What I wondered was exactly how many people are benefiting from these pension investments. Presumably those elite officers on £150,000 p.a. will be most concerned.


----------



## Tolpuddle (Jul 4, 2018)

SpamMisery said:


> Oh wait, this is voluntary early release. Redundancy plus notice period is normal and is not only for senior staff.

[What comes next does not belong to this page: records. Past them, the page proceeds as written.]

import type { Metadata } from "next";
import { ButtonLink } from "@/components/ui/button";
import { Card, PageHeader } from "@/components/ui/card";
import { pendingInvitations } from "@/lib/accounts/invite";
import { listPeople } from "@/lib/accounts/people-service";
import { siteChoices } from "@/lib/sites/site-service";
import { requirePageUser } from "@/lib/auth/session";
import { InviteForm } from "./_components/invite-form";
import { PendingInvitations } from "./_components/pending-invitations";
import { PeopleList } from "./_components/people-list";

export const metadata: Metadata = { title: "People" };
export const dynamic = "force-dynamic";

export default async function PeoplePage() {
  const me = await requirePageUser("admin:users");
  const [people, invitations, sites] = await Promise.all([listPeople(), pendingInvitations(), siteChoices()]);
  const active = people.filter((p) => !p.banned).length;
  const now = Date.now();

  return (
    <>
      <PageHeader
        title="People"
        subtitle={`${active} active ${active === 1 ? "account" : "accounts"}${people.length > active ? `, ${people.length - active} suspended` : ""}. A role or home site is saved as soon as you change it.`}
        actions={<ButtonLink href="#invite">Invite someone</ButtonLink>}
      />
      <div className="flex flex-col gap-5">
        <Card title="Everyone with an account">
          <PeopleList
            people={people.map((p) => ({
              id: p.id,
              name: p.name,
              email: p.email,
              role: p.role,
              banned: p.banned,
              siteId: p.siteId,
              locked: p.locked,
            }))}
            sites={sites}
            meId={me.id}
          />
        </Card>
        <div className="grid items-start gap-5 lg:grid-cols-2">
          <div id="invite" className="scroll-mt-24">
            <Card title="Invite someone">
              <p className="-mt-1 mb-4 text-sm text-muted">
                They get an e-mail with a link to choose a password. Nobody can sign up without one.
              </p>
              <InviteForm sites={sites} />
            </Card>
          </div>
          <Card title={`Waiting to join${invitations.length ? ` (${invitations.length})` : ""}`}>
            <PendingInvitations
              invitations={invitations.map((i) => ({ ...i, expiresAt: i.expiresAt.toISOString(), createdAt: i.createdAt.toISOString() }))}
              sites={sites}
              now={now}
            />
          </Card>
        </div>
      </div>
    </>
  );
}
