// When the weekly digest is due: the most recent Monday 07:00 (server time) that has passed.
export const DIGEST_WEEKDAY = 1; // Monday (Date.getDay numbering)
export const DIGEST_HOUR = 7;

export function lastDigestSlot(now: Date, weekday = DIGEST_WEEKDAY, hour = DIGEST_HOUR): Date {
  const slot = new Date(now);
  slot.setHours(hour, 0, 0, 0);
  const back = (slot.getDay() - weekday + 7) % 7;
  slot.setDate(slot.getDate() - back);
  if (slot > now) slot.setDate(slot.getDate() - 7);
  return slot;
}

/** Due when no digest has gone out since the last slot. */
export function digestDue(now: Date, lastSent: Date | null): boolean {
  const slot = lastDigestSlot(now);
  return lastSent === null || lastSent < slot;
}
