@pytest.mark.parametrize("backend,n_extra", [("dense", 0), ("sparse", 200)])
@pytest.mark.parametrize("w", [1e-4, 1e-5])
def test_narrow_anticrossing_inside_a_step_is_located_without_halving(backend, n_extra, w):
    # gap 4w·λ* ~ 4e-5 .. 4e-6, far narrower than the step 0.05: the pair is resolved as a two-level
    # problem inside the step (a few extra solves at most) instead of by halving down to its width
    m = crossing_model(w, n_extra)
    lam = np.linspace(0.0, 0.6, 13)
    solver = ExactSolver(m, backend=backend)
    sw = solver.track([1, 2], lam)
    lower, upper, _ = pair_branches(w, lam)  # closed form (Cohen-Tannoudji et al., Complement B_IV)
    assert_allclose(sw.energy(1), lower, atol=1e-9)  # adiabatic: level 1 stays the lower branch
    assert_allclose(sw.energy(2), upper, atol=1e-9)
    (ac,) = sw.avoided_crossings
    # minimum of the closed-form gap: λ* = 0.2/(1 + 4w²), gap* = 0.4 w/√(1 + 4w²)
    assert set(ac.levels) == {1, 2}
    assert ac.coupling == pytest.approx(0.2 / (1 + 4 * w**2), abs=1e-7)
    assert ac.min_gap == pytest.approx(0.4 * w / np.sqrt(1 + 4 * w**2), rel=1e-4)
    assert sw.solves <= lam.size - 1 + 5  # one solve per coupling plus at most five for the pair
    assert not sw.notes


def test_pair_coupled_below_round_off_is_an_exact_crossing_not_an_anticrossing():
    # Level 0 (E0 = 0) is coupled to the others only by 1e-16 x V1; level 1 is mixed with level 2 and
    # meets level 0 near λ = -4.6 with a gap ~1e-17, far below round-off.  The two-level search inside
    # the step cannot resolve that gap (the pair's squared gap is not a parabola: level 2 bends it), so
    # its sampled minimum must not be reported as an avoided crossing: level 0 stays at E = 0 to
    # round-off (eigvalsh of the 3 x 3 matrix below; common practice, no source)
    h0 = np.diag([0.0, 1.0, 2.5])
    v1 = np.array([[0, 0.3, 0], [0.3, 0, 0.2], [0, 0.2, 0]])
    v2 = np.diag([0.0, 0.2, -0.1]) + np.array([[0, 0, 0], [0, 0, 0.1], [0, 0.1, 0]])
    m = Model(h0, v2 + 1e-16 * v1)
    lam = np.linspace(0.0, -12.0, 13)
    sw = track(m, [0], lam, backend="dense")
    assert sw.avoided_crossings == ()
    ref = [np.linalg.eigvalsh(h0 + c * (v2 + 1e-16 * v1)) for c in lam]
    assert all(np.min(np.abs(r)) < 1e-12 for r in ref)  # test set-up: 0 stays an eigenvalue
    assert_allclose(sw.energy(0), 0.0, atol=1e-12)


def test_long_sparse_sweep_equals_dense_eigenvalues_and_crossings_equal_brute_force():
    # 61 equal steps on an 8-spin chain in non-uniform fields (invented numbers, the benchmark's model at
    # a smaller size): after a few steps the iterative backend filters the extrapolated block of the
    # previous solves directly.  Referee: dense eigvalsh at every coupling, and each reported avoided
    # crossing against a bounded minimisation of the dense gap (common practice, no source).
    n_spins = 8
    i = np.arange(n_spins)
    h = 1.0 + 0.37 * np.sin(1.3 * i + 0.4) + 0.05 * i
    jz = 0.45 + 0.21 * np.cos(0.9 * i[:-1] + 1.1)
    states = np.arange(2**n_spins)
    s = 1 - 2 * ((states[:, None] >> (n_spins - 1 - i)[None, :]) & 1)
    diag = -(s * h).sum(axis=1) - (s[:, :-1] * s[:, 1:] * jz).sum(axis=1)
    rows = np.repeat(states, n_spins)
    cols = (states[:, None] ^ (1 << (n_spins - 1 - i))[None, :]).ravel()
    v = sp.csr_matrix((np.ones(rows.size), (rows, cols)), shape=(2**n_spins,) * 2)
    m = Model(sp.diags(diag).tocsr(), v, name="chain")
    lam = np.linspace(0.0, 1.2, 61)
    sw = track(m, range(6), lam, backend="sparse")
    dense = np.array([np.linalg.eigvalsh(m.hamiltonian(c).toarray()) for c in lam])
    # no symmetry sector and no unresolvable crossing: the six tracked levels are the six lowest
    assert_allclose(np.sort(sw.energies, axis=0).T, dense[:, :6], atol=1e-9)
    assert residuals(m, sw).max() < 1e-6
    assert len(sw.avoided_crossings) >= 1
    for ac in sw.avoided_crossings:
        j = int(np.argmin(np.abs(lam - ac.coupling)))
        e_pair = [sw.energy(level)[j] for level in ac.levels]
        rank = int(np.argmin(np.abs(dense[j] - min(e_pair))))

        def gap(c: float, rank: int = rank) -> float:
            w = np.linalg.eigvalsh(m.hamiltonian(c).toarray())
            return float(w[rank + 1] - w[rank])

        from scipy.optimize import minimize_scalar

        best = minimize_scalar(gap, bounds=(ac.coupling - 0.03, ac.coupling + 0.03), method="bounded",
                               options={"xatol": 1e-9})
        # a broad minimum is placed from the samples (parabola vertex), a narrower one by a few
        # parabolic steps: positions to a tenth of a step, depths to 0.1 %
        assert ac.coupling == pytest.approx(best.x, abs=0.1 * (lam[1] - lam[0]))
        assert ac.min_gap == pytest.approx(best.fun, rel=1e-3)


def test_untracked_partner_is_identified():
    m = crossing_model(0.01)
    sw = track(m, [1], np.linspace(0.0, 0.6, 13))
    (ac,) = sw.avoided_crossings
    assert ac.levels == (1, 2)
    assert ac.labels == ("n=1", "n=2")


def test_unresolvable_crossing_warns_and_is_noted():
    # a gap of ~4e-7 with refinement switched off (max_depth=0: no halving, no two-level
    # resolution) cannot be resolved: followed diabatically
    m = crossing_model(1e-6)
    solver = ExactSolver(m, backend="dense", max_depth=0)
    with pytest.warns(TrackingWarning, match="narrower than resolvable"):
        sw = solver.track([1], np.linspace(0.0, 0.6, 6))  # grid avoids λ = 0.2 itself
    assert any("narrower than resolvable" in n for n in sw.notes)
    # diabatic: after the crossing level 1 keeps the character of e_1 (the upper branch)
    assert abs(sw.state(1)[-1, 1]) ** 2 > 0.99
    lower, upper, _ = pair_branches(1e-6, sw.couplings)
    assert_allclose(sw.energy(1)[-1], upper[-1], atol=1e-9)


# ----------------------------------------------------------------------------- symmetry-protected crossings
def two_sector_model(n: int, sparse: bool, key: int = 5) -> tuple[Model, np.ndarray]:
    """V couples only states of the same sector (even / odd work index): eigenstates never mix sectors,
    so levels of different sectors cross exactly (von Neumann & Wigner, Phys. Z. 30, 467 (1929))."""
    rng = np.random.default_rng(key)
    e0 = np.sort(rng.uniform(0.0, 4.0, n))
    sector = np.arange(n) % 2
    a = rng.standard_normal((n, n)) * (rng.uniform(size=(n, n)) < (0.05 if sparse else 1.0))
    a = (a + a.T) / 2
    a[sector[:, None] != sector[None, :]] = 0.0
    # opposite slopes per sector make inter-sector crossings among the low levels
    a[np.diag_indices(n)] = np.where(sector == 0, 1.0, -1.0) * (1.0 + 0.2 * rng.uniform(size=n))
    v = sp.csr_matrix(a) if sparse else a
    return Model(sp.diags(e0).tocsr() if sparse else np.diag(e0), v, name="two sectors"), sector
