@dataclass(frozen=True, repr=False, eq=False)
class DivergenceMap:
    """Convergence discs, exceptional points and regimes of several levels.

    Attributes
    ----------
    levels : (L,) int ndarray, read-only
    labels : tuple of str
    order : int
        Series order analysed.
    couplings : (C,) ndarray, read-only
        Real coupling grid.
    radius, radius_uncertainty, kato_bound : (L,) ndarray, read-only
        Per level, as in :class:`ConvergenceResult`.
    kinds : tuple of str
    exceptional_points : tuple of (P_l,) complex ndarray
        Per level, nearest first.
    partners : tuple of (P_l,) int ndarray
    regime : (L, C) str ndarray, read-only
        'convergent' (|λ| < radius), 'beyond radius' (|λ| >= radius) or
        'asymptotic' (factorially divergent series: no convergent region).
        Where the radius is unknown (NaN) only |λ| < kato_bound is marked
        'convergent'.
    orders : tuple of str
        Names of the order specs whose validity boundaries were computed.
    boundaries : (L, O) ndarray, read-only
        ``ptcheck.compare.validity_boundary(...).coupling`` per level and
        order spec (NaN where it failed; see ``notes``).
    results : tuple of ConvergenceResult
    notes : tuple of str
    """

    levels: np.ndarray
    labels: tuple[str, ...]
    order: int
    couplings: np.ndarray
    radius: np.ndarray
    radius_uncertainty: np.ndarray
    kato_bound: np.ndarray
    kinds: tuple[str, ...]
    exceptional_points: tuple[np.ndarray, ...]
    partners: tuple[np.ndarray, ...]
    regime: np.ndarray
    orders: tuple[str, ...]
    boundaries: np.ndarray
    results: tuple[ConvergenceResult, ...]
    notes: tuple[str, ...] = ()

    def __repr__(self) -> str:
        r = ", ".join(f"{lab}: {x:.3g}" for lab, x in zip(self.labels, self.radius))
        return f"DivergenceMap({len(self.labels)} levels, radius [{r}], {self.couplings.size} couplings)"

    def to_dict(self) -> dict:
        return {
            "levels": [int(x) for x in self.levels],
            "labels": list(self.labels),
            "order": self.order,
            "couplings": [float(x) for x in self.couplings],
            "radius": [_jf(x) for x in self.radius],
            "radius_uncertainty": [_jf(x) for x in self.radius_uncertainty],
            "kato_bound": [_jf(x) for x in self.kato_bound],
            "kinds": list(self.kinds),
            "exceptional_points": [[_cplx(z) for z in e] for e in self.exceptional_points],
            "partners": [[int(p) for p in q] for q in self.partners],
            "regime": [list(map(str, row)) for row in self.regime],
            "orders": list(self.orders),
            "boundaries": [[_jf(x) for x in row] for row in self.boundaries],
            "notes": list(self.notes),
        }

    def _repr_html_(self) -> str:
        head = "<tr><th>level</th><th>kind</th><th>radius</th><th>Kato bound</th><th>nearest EP</th>" + "".join(
            f"<th>boundary {html.escape(o)}</th>" for o in self.orders
        ) + "</tr>"
        rows = ""
        for i, lab in enumerate(self.labels):
            ep = f"{self.exceptional_points[i][0]:.4g}" if self.exceptional_points[i].size else "–"
            b = "".join(f"<td>{x:.4g}</td>" for x in self.boundaries[i])
            rows += (
                f"<tr><td>{html.escape(lab)}</td><td>{self.kinds[i]}</td><td>{self.radius[i]:.4g}</td>"
                f"<td>{self.kato_bound[i]:.4g}</td><td>{ep}</td>{b}</tr>"
            )
        notes = "".join(f"<li>{html.escape(n)}</li>" for n in self.notes)
        return f"<b>Divergence map</b> (order {self.order})<table>{head}{rows}</table>" + (f"<ul>{notes}</ul>" if notes else "")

Not if you have an a leaving date agreed four months in advance when your notice period is three months and you only get your notice a day or so before you leave.


----------



## SpamMisery (Jul 4, 2018)

Maybe this case is different, but everything you've said would not be unusual under voluntary early release.


----------



## Gramsci (Jul 4, 2018)

SpamMisery said:


> If they were made redundant and the letter said "as of x date", would you not normally get the normal paid notice period on top or is redundancy pay supposed to cover that as well? Did they say this was an under the table agreement or that the agreement date was formal?
> 
> I'm only asking as this is third hand source reporting and could be mixed redundancy and gardening leave based on what you've said, or that they were tipped off about future redundancies. I guess it hangs off how formal the leaving date agreement was. If you take that bit out of the story, redundancy pay plus three months salary for a short notice termination wouldn't seem unfair.
> 
> Not sure what the pension lump sum has to do with it though; is that not a separate matter for them and their pension provider?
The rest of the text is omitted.